To further this example, assume a non-debug system running with this
change and you're writing a new block to a dedup-ed filesystem. If ddp
were null then when you called ddt_phys_addref() from zio_ddt_write() we
would simply drive on without the DDT reference being updated for this
block. What has just happened is that you've allowed DDT corruption to
go undetected until some time in the future. When someone frees this
block ZFS would think that it's freeing the last reference so it
actually returns the block into the free pool. But wait! There was a
reference that we ignored sometime in the past and now you have a file
somewhere that is referencing a block that doesn't exist. Tracking that
down would be a nightmare!

I grant you that the DDT logic should be more robust but what its tried
to do is take the approach to panic (ie. null pointer dereference)
earlier rather than later.
Post by Jim Klimov
Post by George Wilson
freedde = dde = ddt_lookup(ddt, bp, B_TRUE);
if (zfs_recover && dde == NULL) {
char *blkbuf = kmem_alloc(BP_SPRINTF_LEN, KM_SLEEP);
sprintf_blkptr(blkbuf, bp);
cmn_err(CE_WARN, "Unable to free bp %s\n", blkbuf);
kmem_free(blkbuf, BP_SPRINTF_LEN);
ddt_exit(ddt);
return (ZIO_PIPELINE_CONTINUE);
}
What is the context? If the "if" clause does not fire, original
ddp = ddt_phys_select(dde, bp);
ddt_phys_decref(ddp);
ddt_exit(ddt);
return (ZIO_PIPELINE_CONTINUE);
The proposed code above was meant as a substitute to your changes in
zio.c. The idea is that if you know you have corruption (ie. you've
already panicked) you can can set zfs_recover and bypass the free which
is causing the panic (there are other places where zfs_recover does a
similar thing).
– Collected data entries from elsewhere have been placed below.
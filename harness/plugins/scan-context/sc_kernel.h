/* sc_kernel.h: the body of one Scan Context distance kernel, included by
 * sc_distance.c once per vector width.  Before including, define
 *   SC_VB       vector bytes (16: two doubles, 32: four)
 *   SC_NAME(x)  the name of helper x in this copy
 *   SC_TARGET   function attributes of the kernel (may be empty)
 *   SC_KERNEL   the kernel's name
 * Blocks of G are 4 rows x 2 vectors; the tile width is a multiple of 8,
 * so of 2 vectors for either width. */

typedef double SC_NAME(vec) __attribute__((vector_size(SC_VB)));
typedef long long SC_NAME(mask) __attribute__((vector_size(SC_VB)));
#define SC_LANES ((int)(SC_VB / sizeof(double)))

/* Add the cosines of a_j with the columns from c (dot products *gp) to
 * their diagonals. */
SC_INLINE void SC_NAME(diag)(struct sc_work *w, int j, int c, const SC_NAME(vec) *gp)
{
    SC_NAME(vec) one, ib, nb, s, g = *gp;
    for (int l = 0; l < SC_LANES; l++) one[l] = 1;
    SC_LOAD(ib, w->ib + c);
    SC_LOAD(nb, w->nb + c);
    SC_NAME(vec) v = g * w->ia[j] * ib;
    SC_NAME(mask) eq = (g == w->na[j]) & (g == nb) & (g > 0);
    v = (SC_NAME(vec))(((SC_NAME(mask))v & ~eq) | ((SC_NAME(mask))one & eq));
    double *ps = w->sum[j & 3] + w->S - j + c;
    SC_LOAD(s, ps);
    s += v;
    SC_STORE(ps, s);
}

/* cnt[k] = the number of columns j non-empty in a with b_(j+k) non-empty. */
SC_INLINE void SC_NAME(shared)(struct sc_work *w, int spad)
{
    memset(w->cnt, 0, sizeof *w->cnt * (size_t)spad);
    for (int j = 0; j < w->S; j++)
        if (w->ia[j] > 0)
            for (int k = 0; k < spad; k += SC_LANES) {
                SC_NAME(vec) n, o;
                SC_LOAD(n, w->cnt + k);
                SC_LOAD(o, w->ob + j + k);
                n += o;
                SC_STORE(w->cnt + k, n);
            }
}

/* Rows j0..j0+3 of G against the tile's W columns (from column t0). */
SC_INLINE void SC_NAME(rows4)(struct sc_work *w, const float *a, int j0, int t0, int W)
{
    const int R = w->R, S = w->S;
    for (int q = 0; q < 4; q++)
        for (int r = 0; r < R; r++) w->arow[q * R + r] = j0 + q < S ? a[(size_t)(j0 + q) * R + r] : 0;
    const double *a0 = w->arow, *a1 = a0 + R, *a2 = a1 + R, *a3 = a2 + R;
    for (int c = 0; c < W; c += 2 * SC_LANES) {
        SC_NAME(vec) g00 = {0}, g01 = {0}, g10 = {0}, g11 = {0}, g20 = {0}, g21 = {0}, g30 = {0}, g31 = {0};
        const double *t = w->tile + c;
        for (int r = 0; r < R; r++, t += W) {
            SC_NAME(vec) lo = *(const SC_NAME(vec) *)t, hi = *(const SC_NAME(vec) *)(t + SC_LANES);
            g00 += a0[r] * lo, g01 += a0[r] * hi;
            g10 += a1[r] * lo, g11 += a1[r] * hi;
            g20 += a2[r] * lo, g21 += a2[r] * hi;
            g30 += a3[r] * lo, g31 += a3[r] * hi;
        }
        const SC_NAME(vec) g[4][2] = {{g00, g01}, {g10, g11}, {g20, g21}, {g30, g31}};
        for (int q = 0; q < 4 && j0 + q < S; q++)
            if (w->ia[j0 + q] > 0) {
                SC_NAME(diag)(w, j0 + q, t0 + c, &g[q][0]);
                SC_NAME(diag)(w, j0 + q, t0 + c + SC_LANES, &g[q][1]);
            }
    }
}

SC_TARGET double SC_KERNEL(int R, int S, const float *a, const float *b, int32_t *aux)
{
    struct sc_work w;
    int spad = (S + 7) / 8 * 8, W = SC_TILE / R / 8 * 8;
    if (W > spad) W = spad;
    w.R = R;
    w.S = S;
    for (int q = 0; q < 4; q++) memset(w.sum[q], 0, sizeof *w.sum[q] * (size_t)(2 * spad));
    sc_columns(a, R, S, w.na, w.ia, NULL);
    sc_columns(b, R, S, w.nb, w.ib, w.ob);
    for (int c = S; c < spad; c++) w.nb[c] = w.ib[c] = 0;
    for (int c = S; c < 2 * spad; c++) w.ob[c] = w.ob[c - S];
    SC_NAME(shared)(&w, spad);
    for (int t0 = 0; t0 < S; t0 += W) {
        int wt = spad - t0 < W ? spad - t0 : W;
        sc_tile(&w, b, t0, wt);
        for (int j0 = 0; j0 < S; j0 += 4) SC_NAME(rows4)(&w, a, j0, t0, wt);
    }
    return sc_best(&w, aux);
}

#undef SC_LANES
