def terminals_from(table: _Table, depots: pd.DataFrame, notices: list[str]) -> pd.DataFrame:
    """terminals.csv's checks on a table of text cells (the file's, or one with changed
    cells), against the depots: the terminal frame of :class:`~planner.scenario.Scenario`."""
    file = table.file
    frame = table.frame
    problems = list(table.problems)
    ids = _text_ids(table, "terminal_id", "terminal_id", "terminal", problems)
    depot = frame["depot"]
    table.flag(problems, depot == "", "depot", "depot is empty",
               "name the terminal's depot as in depots.csv")
    _check_known(table, "depot", depots.index, "depots.csv", "depot", problems)
    cap = _numbers(table, "capacity", problems, what="capacity", minimum=0, strict=True)
    ins = _numbers(table, "insurance_limit", problems, what="insurance limit", minimum=0,
                   strict=True)
    bundle = _numbers(table, "bundle", problems, what="bundle", minimum=0, strict=True)
    bal = _numbers(table, "balance_now", problems, what="balance", minimum=0)
    table.flag(problems, bal > cap, "balance_now",
               lambda i: f"balance_now {frame['balance_now'].iloc[i]} is above the capacity "
                         f"{frame['capacity'].iloc[i]}",
               "correct the balance or the capacity")
    with np.errstate(invalid="ignore"):
        limit = np.floor(np.minimum(cap, ins) / bundle) * bundle
    table.flag(problems, limit > MAX_BUNDLES_PER_LOAD * bundle, "bundle",
               lambda i: f"the bundle {frame['bundle'].iloc[i]} is tiny against the capacity "
                         f"{frame['capacity'].iloc[i]} (more than {MAX_BUNDLES_PER_LOAD:,} "
                         "bundles per load)",
               "write the bundle in currency units, e.g. 2000 for 100 notes of 20")
    table.flag(problems, limit <= 0, "bundle",
               lambda i: f"the bundle {frame['bundle'].iloc[i]} is larger than "
                         "min(capacity, insurance_limit)",
               "lower the bundle, or raise the capacity or the insurance limit")
    over = bal > np.minimum(cap, ins)
    if (over & (bal <= cap)).any():
        notices.append(f"{file}: balance_now is above the insurance limit for "
                       f"{', '.join(ids[over & (bal <= cap)].head(10))}; the next visit must "
                       "bring it down")
    if "visit_fee" in frame.columns:
        fee = _numbers(table, "visit_fee", problems, what="visit fee", minimum=0,
                       empty_ok=True)
    else:
        fee = np.full(len(frame), np.nan)
    allowed: list[tuple[bool, ...]] = []
    unknown_day = np.zeros(len(frame), dtype=bool)
    hints: dict[int, str] = {}
    for i, text in enumerate(frame["visit_days"]):
        days, bad = _parse_weekdays(text)
        allowed.append(days)
        if bad:
            unknown_day[i] = True
            hints[i] = bad[0]
    table.flag(problems, unknown_day, "visit_days",
               lambda i: f"unknown weekday {_show(hints[i])} in visit_days",
               lambda i: f"write the days as {'|'.join(WEEKDAYS[:3])} (separated by '|')"
                         + _weekday_hint(hints[i]))
    table.flag(problems, ~unknown_day & ~np.array([any(a) for a in allowed], dtype=bool),
               "visit_days", "visit_days lists no day", "write the days a crew may visit, "
                                                        "e.g. Mon|Thu")
    _raise_if(problems)
    out = pd.DataFrame({
        "depot": depot.to_numpy(),
        "capacity": cap,
        "insurance_limit": ins,
        "bundle": bundle,
        "balance_now": bal,
        "visit_days": frame["visit_days"].to_numpy(),
        "allowed_weekdays": pd.Series(allowed, dtype=object).to_numpy(),
        "limit": limit,
        "site": frame["site"].to_numpy() if "site" in frame.columns else "",
        "visit_fee": fee,
    }, index=pd.Index(ids, name="terminal_id"))
    return out.astype({"depot": "str", "visit_days": "str", "site": "str"})


DISPENSE_COLUMNS = ["terminal_id", "date", "amount", "status"]


def _read_dispense(root: Path, terminals: pd.DataFrame, notices: list[str]) -> pd.DataFrame:
    """All dispense rows (history and any dated on or after the first planning day), from
    dispense.csv or, for large networks, dispense.parquet (the same checks)."""
    file = "dispense.csv"
    if (root / "dispense.parquet").is_file():
        if (root / file).exists():
            raise InputError(Problem("dispense.parquet", "the folder holds both dispense.csv "
                                                         "and dispense.parquet",
                                     "keep one of them (the same history in either format)"))
        file = "dispense.parquet"
        table = _read_parquet(root, file, DISPENSE_COLUMNS, [], notices)
    else:
        table = _read_csv(root, file, DISPENSE_COLUMNS, [], notices)
    frame = table.frame
    problems = list(table.problems)
    table.flag(problems, frame["terminal_id"] == "", "terminal_id", "terminal_id is empty",
               "write the terminal's id as in terminals.csv")
    _check_known(table, "terminal_id", terminals.index, "terminals.csv", "terminal", problems)
    dates = _dates(table, "date", problems, notices)
    status = frame["status"]
    odd = ~status.isin(STATUSES)
    if odd.any():  # Ok, DRY … are understood; lowering only these keeps big files fast
        status = status.where(~odd, status[odd].str.lower())
    table.flag(problems, status == "", "status", "status is empty",
               "write ok, dry (ran out that day) or down (out of service)")
    table.flag(problems, ~status.isin(STATUSES) & (status != ""), "status",
               lambda i: f"unknown status {_show(frame['status'].iloc[i])}",
               lambda i: "use ok, dry or down" + _did_you_mean(status.iloc[i], STATUSES))
    # a down day is not demand, so some exports leave its amount empty
    amount = _numbers(table, "amount", problems, what="amount", minimum=0,
                      empty_ok=(status == "down").to_numpy())
    _check_duplicate_days(table, dates, problems)
    _check_outlying_dates(table, dates, problems)
    _raise_if(problems)
    out = pd.DataFrame({"terminal_id": frame["terminal_id"], "date": dates,
                        "amount": amount, "status": status})
    return out.sort_values(["terminal_id", "date"], ignore_index=True, kind="stable")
Of course you end up leaking whatever blocks bypass this
normal zio_ddt_free() logic.
Post by Jim Klimov
IIRC the problem was with "ddp" being NULL from ddt_phys_select().
Apparently "dde" is non-NULL when it gets there, but does not lead
to a valid (expected) lookup.
That would make sense based on your scenario.
Post by Jim Klimov
I am not yet acquainted with zfs_recover variable, I think...
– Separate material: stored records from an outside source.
def _read_parquet(root: Path, file: str, required: list[str], optional: list[str],
                  notices: list[str]) -> _Table:
    """Read a Parquet file (pyarrow) as the same table of text cells as a CSV file, so that it
    passes the same checks; problems count data rows from 1 instead of lines. Dates may be
    Parquet dates, timestamps at midnight or ``YYYY-MM-DD`` text; numbers any numeric type."""
    import pyarrow as pa
    import pyarrow.compute as pc
    import pyarrow.parquet as pq

    path = root / file
    try:
        schema = pq.read_schema(path)
    except (OSError, pa.ArrowInvalid) as exc:
        raise InputError(Problem(file, f"the file is not readable Parquet: {exc}",
                                 "write it again with a Parquet writer (e.g. pandas' "
                                 "DataFrame.to_parquet), or give dispense.csv instead")) from None
    names = [str(n).strip() for n in schema.names]
    missing = [c for c in required if c not in names]
    if missing:
        raise InputError([Problem(file, f"required column '{c}' is missing",
                                  f"add a column '{c}'", column=c) for c in missing])
    extra = [c for c in names if c not in required + optional]
    if extra:
        notices.append(f"{file}: extra column(s) {', '.join(extra)} ignored")
    wanted = [c for c in required + optional if c in names]
    data = pq.read_table(path, columns=[schema.names[names.index(c)] for c in wanted])
    columns = {}
    for name, column in zip(wanted, data.columns):
        kind = column.type
        if pa.types.is_timestamp(kind):      # a time of day other than midnight is no date
            midnight = pc.equal(column, pc.floor_temporal(column, unit="day"))
            day = pc.cast(pc.cast(column, pa.timestamp("s")), pa.date32())
            text = pc.if_else(midnight, pc.cast(day, pa.string()), pc.cast(column, pa.string()))
        elif pa.types.is_date(kind) or pa.types.is_integer(kind) or pa.types.is_floating(kind):
            text = pc.cast(column, pa.string())          # ISO dates, plain numbers
        else:
            text = pc.utf8_trim_whitespace(pc.cast(column, pa.string()))
        columns[name] = pc.fill_null(text, "").to_pandas()
    frame = pd.DataFrame(columns)
    return _Table(file, frame, np.arange(1, len(frame) + 1), False, ",", unit="row")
What if the flag is not set (and I don't see a way for it to
get set in the kernel SPA) - the kernel should use the NULL
pointer and panic?
I groked the src, but only found the variable's definition and
usage in spa_misc.c, and it is *set* to nonzero only in zdb.c.
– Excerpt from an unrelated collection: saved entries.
def _halved(props, known, x0, z0, x1, z1, upstream, tol, new):
    """The step from ``known`` to (x1, z1), whose whole answer is ``new``, where its error cannot be estimated:
    taken as two halves, halved again while the whole and the halves differ by more than the tolerance, down to
    MIN_STEP."""
    length = abs(x1 - x0)
    xm, zm = 0.5 * (x0 + x1), 0.5 * (z0 + z1)
    a = _solve_step(props, zm, known, z0, 0.5 * length, upstream)
    if a.status != _OK:
        return _State(props.yc, a.status) if a.status == _CRIT else _State(math.nan, _TOP)
    b = _solve_step(props, z1, a, zm, 0.5 * length, upstream)
    if b.status != _OK:
        return b if b.status == _CRIT else _State(math.nan, _TOP)
    if (new.status == _OK and abs(new.y - b.y) <= tol * b.y) or 0.5 * length < MIN_STEP:
        return b
    a = _advance(props, known, x0, z0, xm, zm, upstream, tol, a)  # the first half's whole step is ``a``
    if a.status != _OK:
        return _State(props.yc, a.status) if a.status == _CRIT else _State(math.nan, _TOP)
    return _advance(props, a, xm, zm, x1, z1, upstream, tol)


# ------------------------------------------------------------------------------------------------ subcritical chain

_CHAIN_NEWTON = 40      # Newton iterations of one chain solve
_CHAIN_REFINE = 6       # rounds of refinement of a chain's steps
_CHAIN_LOOSE = 1e-5     # head [m] to which a round's balances are met while its pieces are still being cut
_CHAIN_SHARE = 0.5      # of the allowed step error, within which a chain's pieces are kept
_CHAIN_BACKOFF = 16     # node steps taken one at a time after a chain stopped short (doubled while it keeps failing)
#: The subcritical pass solves runs of steps on arrays; False takes every step one at a time (tests compare the two).
STEPS_ON_ARRAYS = True


class _Chain:
    """The subcritical pass's steps between nodes solved many at once (see "Solving many steps at once").

    Per node: its props' coefficients in arrays (trapezoid family, Manning's n constant or in closed form
    n = k R^e (A R^(2/3))^f, open top; ``able`` marks such nodes; ``first`` the first node of the run of able
    nodes on grades of one kind a node lies in)."""

    def __init__(self, nodes):
        props = [nd.props for nd in nodes]
        count = len(nodes)
        rows, table = {}, []  # one row per distinct props (a run shares them between nodes)
        for p in props:
            if id(p) not in rows:
                rows[id(p)] = len(table)
                if p._trap is None or p.top is not None or (p.nconst is None and p.npow is None):
                    table.append((math.nan,) * 10)
                else:
                    k, e, f = (p.nconst, 0.0, 0.0) if p.nconst is not None else p.npow
                    table.append((*p._trap, p.flow, k, e, f, p.slope, p.yc, p.yn))
        table = np.array(table)[[rows[id(p)] for p in props]]
        coef = table[:, :9]  # b, zsum, psum, Q, k, e, f, S0, yc
        able = ~np.isnan(coef[:, 0])
        self.able = able
        self.coef = coef
        self.yn = table[:, 9]
        self.x = np.array([nd.x for nd in nodes])
        self.z = np.array([nd.z for nd in nodes])
        # the first node of the run of able nodes of one kind of grade (steep, or not) each node lies in: a chain
        # ends where the grade turns steep or mild, where the subcritical profile most often ends at critical
        # depth, so that a chain stopping short there costs no solve of the steps above it
        yc, yn = coef[:, 8], table[:, 9]
        kind = np.where(able, np.where(yn < yc, 2, 1), 0)   # nan yn (flat, adverse): not steep
        index = np.arange(count)
        self.first = np.maximum.accumulate(np.where(np.r_[True, kind[1:] != kind[:-1]], index, 0))

    @staticmethod
    def terms(c, y, powers=True):
        """head_terms of :class:`_Props` on arrays (the same formulas): E, S_f, dE/dy, dS_f/dy, n; ``powers``
        False where every n is constant (e = f = 0)."""
        b, zs, ps, q, k, e, f = c[0], c[1], c[2], c[3], c[4], c[5], c[6]
        t = b + zs * y
        a = (b + 0.5 * zs * y) * y
        p = b + ps * y
        r = a / p
        conveyance = a * np.cbrt(r * r)
        t_a, dp_p = t / a, ps / p
        if powers:
            n = k * np.exp(e * np.log(r) + f * np.log(conveyance))
            dlogn2 = 2.0 * ((e + 2 / 3 * f) * (t_a - dp_p) + f * t_a)
        else:
            n, dlogn2 = k, 0.0
        v2g = q * q / (2 * G * a * a)
        sf = (q * n / conveyance) ** 2
        return y + v2g, sf, 1 - 2 * v2g * t_a, sf * (dlogn2 - 10 / 3 * t_a + 4 / 3 * dp_p), n

    def solve(self, end, known, tol):
        """States of the nodes above node ``end`` (whose state ``known`` is), carried upstream from it over the run
        of able nodes it lies below; returns the states of the nodes accepted, the most downstream last (a run of
        nodes ending next to ``end``; empty where none is)."""
        steps = np.arange(self.first[end - 1], end)          # node step s: from node s + 1 up to node s
        x0, x1 = self.x[steps], self.x[steps + 1]
        z0, z1 = self.z[steps], self.z[steps + 1]
        length = x1 - x0
        coef = np.ascontiguousarray(self.coef[steps].T)     # one row per coefficient, to gather pieces from
        powers = bool(np.any(coef[5:7] != 0.0))
        # pieces: the node step each lies in, and its ends as fractions of the step from its upstream node
        owner = np.arange(steps.size)
        u0, u1 = np.zeros(steps.size), np.ones(steps.size)
        y = None
        for rnd in range(_CHAIN_REFINE):
            share = u1 - u0
            full = length[owner]
            half = 0.5 * share * full
            zu = z0[owner] + u0 * (z1 - z0)[owner]
            c = coef.take(owner, axis=1)                     # a piece's props: its step's upstream node's
            yc = c[8]
            if y is None:
                yn = self.yn[steps[owner]]
                y = np.maximum(np.where(np.isfinite(yn) & (yn > yc), yn, known.y), 1.05 * yc)
            size = y.size
            zd = np.append(zu[1:], self.z[end])             # a piece's downstream end: the next piece's upstream end
            # head terms at every piece's upstream end and, last, at the known state below them all: a piece's
            # downstream end is the next column
            ext = np.empty((4, size + 1))
            ext[:, size] = known.energy, known.sf, known.de, known.dsf
            e, sf, de, dsf = ext[:, :-1]
            e_d, sf_d, de_d, dsf_d = ext[:, 1:]
            n, resid = np.empty(size), np.empty(size)
            # a round that will be cut again needs its depths only for the error estimate: it meets the balances
            # to _CHAIN_LOOSE; a round with nothing left to cut then goes on to HEAD_TOLERANCE and is checked again
            head_tol, evaluated = (_CHAIN_LOOSE if rnd < _CHAIN_REFINE - 1 else HEAD_TOLERANCE), False
            while True:
                hi = size  # the pieces above the most downstream one not met: those below it keep their depths
                with np.errstate(all="ignore"):
                    for iteration in range(_CHAIN_NEWTON + 1):
                        if not evaluated:
                            ext[0, :hi], ext[1, :hi], ext[2, :hi], ext[3, :hi], n[:hi] = self.terms(
                                c[:, :hi], y[:hi], powers)
                            h = half[:hi]
                            resid[:hi] = (zu[:hi] + e[:hi] - h * sf[:hi]) - (zd[:hi] + e_d[:hi] + h * sf_d[:hi])
                        evaluated = False
                        missed = np.flatnonzero(~(np.abs(resid[:hi]) <= head_tol))
                        if missed.size == 0 or iteration == _CHAIN_NEWTON:  # the pieces not met are refused below
                            break
                        # Newton on the depths at once: the Jacobian is upper bidiagonal (a piece's balance ties its
                        # two ends), so each depth's correction depends on those downstream of it alone, and the
                        # depths below the last piece not met need none
                        hi = int(missed[-1]) + 1
                        h = half[:hi]
                        ab = np.empty((2, hi))
                        ab[0, 0] = 0.0
                        ab[0, 1:] = -(de_d[:hi - 1] + h[:-1] * dsf_d[:hi - 1])
                        ab[1] = de[:hi] - h * dsf[:hi]
                        delta, info = dtbtrs(ab, -resid[:hi], uplo="U")  # the banded triangular system, in LAPACK
                        if info != 0:
                            return []
                        was, ych = y[:hi], yc[:hi]
                        y_new = was + delta
                        # on the subcritical branch: at most halfway down to critical depth at once
                        y_new = np.where(y_new > ych, y_new, ych + 0.5 * (was - ych))
                        y[:hi] = np.where(np.isfinite(y_new), y_new, 1.05 * ych)
                    ok = np.abs(resid) <= head_tol
                    # a piece is good where its balance is met on the subcritical branch, away from critical depth
                    # (where the error estimate has no value), with n in range and its error estimated
                    good = (ok & (y > yc) & (np.abs(de) > NEAR_CRITICAL) & (np.abs(de_d) > NEAR_CRITICAL) & (n > 0)
                            & (n < 1))
                    s0, piece = c[7], 2.0 * half
                    change = dsf * (s0 - sf) / de - dsf_d * (s0 - sf_d) / de_d
                    error = np.abs(piece * piece / 12.0 * change / (de - half * dsf))
                    ratio = np.where(full > 0.0, error / (STEP_ERROR_SHARE * tol * y), 0.0)
                    good &= ratio >= 0.0                          # false for nan: no estimate
                bad = np.flatnonzero(~good)
                last_bad = int(owner[bad[-1]]) if bad.size else -1
                # pieces are kept within half the allowance: even steps, not sized one after the other as the steps
                # taken one at a time are, keep the profile as close to a fine-step reference that way
                refine = (ratio > _CHAIN_SHARE) & (half >= MIN_STEP) & (owner > last_bad)
                if refine.any() or head_tol == HEAD_TOLERANCE:
                    break
                head_tol, evaluated = HEAD_TOLERANCE, True       # the depths stand: their terms are evaluated
            if not refine.any():
                break
            if rnd == _CHAIN_REFINE - 1:   # still refining after the last round: only what lies below the pieces
                last_bad = max(last_bad, int(owner[np.flatnonzero(refine)[-1]]))   # to refine is accepted
                break
            # into 2^m pieces, m from the cube law of the error (margin 0.9) to within the share, 1 to 3, none shorter
            # than MIN_STEP
            m = np.zeros(size)
            m[refine] = np.clip(np.ceil(np.log2(ratio[refine] / _CHAIN_SHARE) / 3.0 + _LOG2_MARGIN), 1, 3)
            m = np.minimum(m, np.floor(np.log2(np.maximum(2.0 * half, MIN_STEP) / MIN_STEP)))
            count = (2 ** m).astype(int)
            start = np.cumsum(count) - count
            k = np.arange(count.sum()) - np.repeat(start, count)
            y = _cut_depths(y, known.y, count, k)
            sub = np.repeat(share / count, count)
            owner, u0 = np.repeat(owner, count), np.repeat(u0, count) + k * sub
            u1 = u0 + sub
        at_node = np.flatnonzero(u0 == 0.0)[last_bad + 1:]   # each step's first piece starts at its upstream node
        return [_State(*v) for v in zip(y[at_node].tolist(), [_OK] * at_node.size, e[at_node].tolist(),
                                         sf[at_node].tolist(), de[at_node].tolist(), dsf[at_node].tolist())]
http://src.illumos.org/source/search?q=zfs_recover&project=illumos-gate&project=illumos-userland&defs=&refs=&path=&hist=
set aok = 1
set zfs:zfs_recover = 1
So I guess it somehow gets set, and might work for users like me.
And kernel-panic by default for others ;)
Setting aok and zfs_recover would seem to imply that you had to work
past some previous corruption. I would recommend against running your
system with these values always set as it can mask other issue that
could be plaguing your pool.
Post by Jim Klimov
Post by George Wilson
Given that you're hitting the panic during zio_ddt_free() it would
indicate that somehow the block that is being freed did not make it into
the ddt but yet the dedup bit is set in its blkptr. I looked quickly at
the code and I think I may have found the source for this bug but would
like to enlist your help in reproducing it. Do you still have your
environment setup where you can reproduce this?
Sort of, a few files were still not recovered for such
test purposes ;)
I think it should be relatively easy to reproduce the bug on
a test system (perhaps VM), at least on a simple test pool
with a single vdev where BP offsets would be linked to offset
* write some known data (file) into a dataset with DDT
* use ZDB to determine file blocks' on-disk location
* use DD to overwrite on-disk userdata blocks with garbage,
so that BP and DDT entries remain intact but the checksum
no longer matches the userdata block
* change dedup settings on the dataset (of, on, verify) to
test different scenarios
* copy known-good data back into the dataset (I used cp and
rsync for full-file recovery, and dd over the corrupt block
itself)
NOTE that I did not yet artificially create the testbed
like described above, but this is most likely what happened
to my system in its due course (possibly flaky HW components
or unknown bugs in other parts of zfs/kernel which led to
such on-disk corruptions of previously existing and valid
data; raidz2 did not fully save the day, except detecting the
problem - good already, as I had much of the data elsewhere).
* dedup=off - noop regarding DDT, creates a new block
* dedup=on with only the corrupted block on-disk -
a checksum is calculated on the newly written block,
then a matching checksum is found in DDT, counter is
increased (on-disk data remains corrupt)
* dedup=verify - a checksum is calculated on the newly
written block, then a matching checksum is found in DDT,
then the on-disk data block is read in and compared to
the userdata block, and is found to be different.
Then the new block is written to disk, a second DDT entry
and a new L0 blockpointer are created, and the indirect
tree is rewritten. On-disk data (file) becomes valid.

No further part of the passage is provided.